ABOUT THIS EXERCISE> Your reply must consist of the data below, reproduced character for character.

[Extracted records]
"""The ``stringcheck`` command line: parse options, call one study, hand the result to a renderer.

Exit codes: 0 every check passes; 1 a check fails; 2 bad input or usage; 3 internal error;
130 interrupted (Ctrl-C); 141 the reader of standard output went away; 143 terminated (SIGTERM).
"""

from __future__ import annotations

import os
import signal
import sys
import threading
import time
import traceback
import warnings
from importlib import resources
from pathlib import Path
from typing import Callable, Optional

import typer
from rich.console import Console
from rich.progress import BarColumn, Progress, TextColumn, TimeRemainingColumn

from stringcheck.errors import ImpossibleDesignError, StringcheckError

EXIT_PASS, EXIT_FAIL, EXIT_INPUT, EXIT_INTERNAL, EXIT_INTERRUPTED = 0, 1, 2, 3, 130
EXIT_BROKEN_PIPE = 141  # 128 + SIGPIPE, what a shell reports for a writer whose reader left
EXIT_TERMINATED = 143  # 128 + SIGTERM, what a shell reports for a process ended by `kill`

app = typer.Typer(
    add_completion=False,
    no_args_is_help=True,
    help="Monte Carlo checks of voltage sharing in series strings of power diodes.",
    pretty_exceptions_enable=False,
)

_TRIALS = typer.Option(None, "--trials", min=1, help="Number of built strings to draw "
                                                     "(default: the design's monte_carlo.trials).")
_SEED = typer.Option(None, "--seed", min=0, help="Random seed (default: the design's).")
_JSON = typer.Option(None, "--json", help="Write the machine-readable result to PATH ('-' for "
                                          "standard output).", metavar="PATH")
_CSV = typer.Option(None, "--csv", help="Write per-position statistics to PATH as CSV.",
                    metavar="PATH")
_QUIET = typer.Option(False, "--quiet", "-q", help="Print only a one-line verdict.")
_DEBUG = typer.Option(False, "--debug", help="Show the traceback of an internal error.")
_TRANSIENT = typer.Option(False, "--transient", help="Also simulate the turn-off in the time "
                                                    "domain (overshoot, ringing).")
_TRANSIENT_WORST = typer.Option(20, "--transient-worst", min=0, metavar="N",
                                help="With --transient: simulate the N worst charge-balance strings.")
_TRANSIENT_SAMPLE = typer.Option(None, "--transient-sample", min=1, metavar="N",
                                 help="With --transient: random strings to estimate P(fail) on "
                                      "(default: as many as the target needs).")
_DRIVERS = typer.Option(False, "--drivers", help="Rank what drives the worst stress and what "
                                                  "halving each input's spread would buy.")
_RARE = typer.Option(None, "--rare/--no-rare", show_default=False,
                     help="Estimate small P(fail) of every check (static, dynamic, transient, "
                          "parallel, thermal) by importance sampling. Default: only for a check "
                          "whose plain run saw fewer than 10 failures and could not decide it.")
_WORKERS = typer.Option(1, "--workers", help="Processes to run the trials in (the result is the "
                                             "same for any number).")


def _console(stderr: bool = False, *, wrap: bool = True) -> Console:
    from stringcheck.report.display_text import report_console

    return report_console(stderr=stderr, soft_wrap=not wrap)


class _Terminated(BaseException):
    """SIGTERM arrived: unwind like Ctrl-C (worker processes stopped, no output file left), but
    not as an Exception, which some code may catch."""


class _TerminateOnSigterm:
    """While a command runs, turn SIGTERM into :class:`_Terminated` (main thread only, and only
    where SIGTERM would end the process anyway), so that cleanup runs: worker processes are
    stopped and temporary files removed."""

    def __init__(self) -> None:
        self.previous = None

    def __enter__(self) -> "_TerminateOnSigterm":
        if threading.current_thread() is threading.main_thread() and \
                signal.getsignal(signal.SIGTERM) is signal.SIG_DFL:
            self.previous = signal.signal(signal.SIGTERM, self._raise)
        return self

    @staticmethod
    def _raise(signum, frame) -> None:
        raise _Terminated

    def __exit__(self, *exc) -> bool:
        if self.previous is not None:
            signal.signal(signal.SIGTERM, self.previous)
            self.previous = None
        return False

TASK SOLUTION>
"""The ``stringcheck`` command line: parse options, call one study, hand the result to a renderer.

Exit codes: 0 every check passes; 1 a check fails; 2 bad input or usage; 3 internal error;
130 interrupted (Ctrl-C); 141 the reader of standard output went away; 143 terminated (SIGTERM).
"""

from __future__ import annotations

import os
import signal
import sys
import threading
import time
import traceback
import warnings
from importlib import resources
from pathlib import Path
from typing import Callable, Optional

import typer
from rich.console import Console
from rich.progress import BarColumn, Progress, TextColumn, TimeRemainingColumn

from stringcheck.errors import ImpossibleDesignError, StringcheckError

EXIT_PASS, EXIT_FAIL, EXIT_INPUT, EXIT_INTERNAL, EXIT_INTERRUPTED = 0, 1, 2, 3, 130
EXIT_BROKEN_PIPE = 141  # 128 + SIGPIPE, what a shell reports for a writer whose reader left
EXIT_TERMINATED = 143  # 128 + SIGTERM, what a shell reports for a process ended by `kill`

app = typer.Typer(
    add_completion=False,
    no_args_is_help=True,
    help="Monte Carlo checks of voltage sharing in series strings of power diodes.",
    pretty_exceptions_enable=False,
)

_TRIALS = typer.Option(None, "--trials", min=1, help="Number of built strings to draw "
                                                     "(default: the design's monte_carlo.trials).")
_SEED = typer.Option(None, "--seed", min=0, help="Random seed (default: the design's).")
_JSON = typer.Option(None, "--json", help="Write the machine-readable result to PATH ('-' for "
                                          "standard output).", metavar="PATH")
_CSV = typer.Option(None, "--csv", help="Write per-position statistics to PATH as CSV.",
                    metavar="PATH")
_QUIET = typer.Option(False, "--quiet", "-q", help="Print only a one-line verdict.")
_DEBUG = typer.Option(False, "--debug", help="Show the traceback of an internal error.")
_TRANSIENT = typer.Option(False, "--transient", help="Also simulate the turn-off in the time "
                                                    "domain (overshoot, ringing).")
_TRANSIENT_WORST = typer.Option(20, "--transient-worst", min=0, metavar="N",
                                help="With --transient: simulate the N worst charge-balance strings.")
_TRANSIENT_SAMPLE = typer.Option(None, "--transient-sample", min=1, metavar="N",
                                 help="With --transient: random strings to estimate P(fail) on "
                                      "(default: as many as the target needs).")
_DRIVERS = typer.Option(False, "--drivers", help="Rank what drives the worst stress and what "
                                                  "halving each input's spread would buy.")
_RARE = typer.Option(None, "--rare/--no-rare", show_default=False,
                     help="Estimate small P(fail) of every check (static, dynamic, transient, "
                          "parallel, thermal) by importance sampling. Default: only for a check "
                          "whose plain run saw fewer than 10 failures and could not decide it.")
_WORKERS = typer.Option(1, "--workers", help="Processes to run the trials in (the result is the "
                                             "same for any number).")


def _console(stderr: bool = False, *, wrap: bool = True) -> Console:
    from stringcheck.report.display_text import report_console

    return report_console(stderr=stderr, soft_wrap=not wrap)


class _Terminated(BaseException):
    """SIGTERM arrived: unwind like Ctrl-C (worker processes stopped, no output file left), but
    not as an Exception, which some code may catch."""


class _TerminateOnSigterm:
    """While a command runs, turn SIGTERM into :class:`_Terminated` (main thread only, and only
    where SIGTERM would end the process anyway), so that cleanup runs: worker processes are
    stopped and temporary files removed."""

    def __init__(self) -> None:
        self.previous = None

    def __enter__(self) -> "_TerminateOnSigterm":
        if threading.current_thread() is threading.main_thread() and \
                signal.getsignal(signal.SIGTERM) is signal.SIG_DFL:
            self.previous = signal.signal(signal.SIGTERM, self._raise)
        return self

    @staticmethod
    def _raise(signum, frame) -> None:
        raise _Terminated

    def __exit__(self, *exc) -> bool:
        if self.previous is not None:
            signal.signal(signal.SIGTERM, self.previous)
            self.previous = None
        return False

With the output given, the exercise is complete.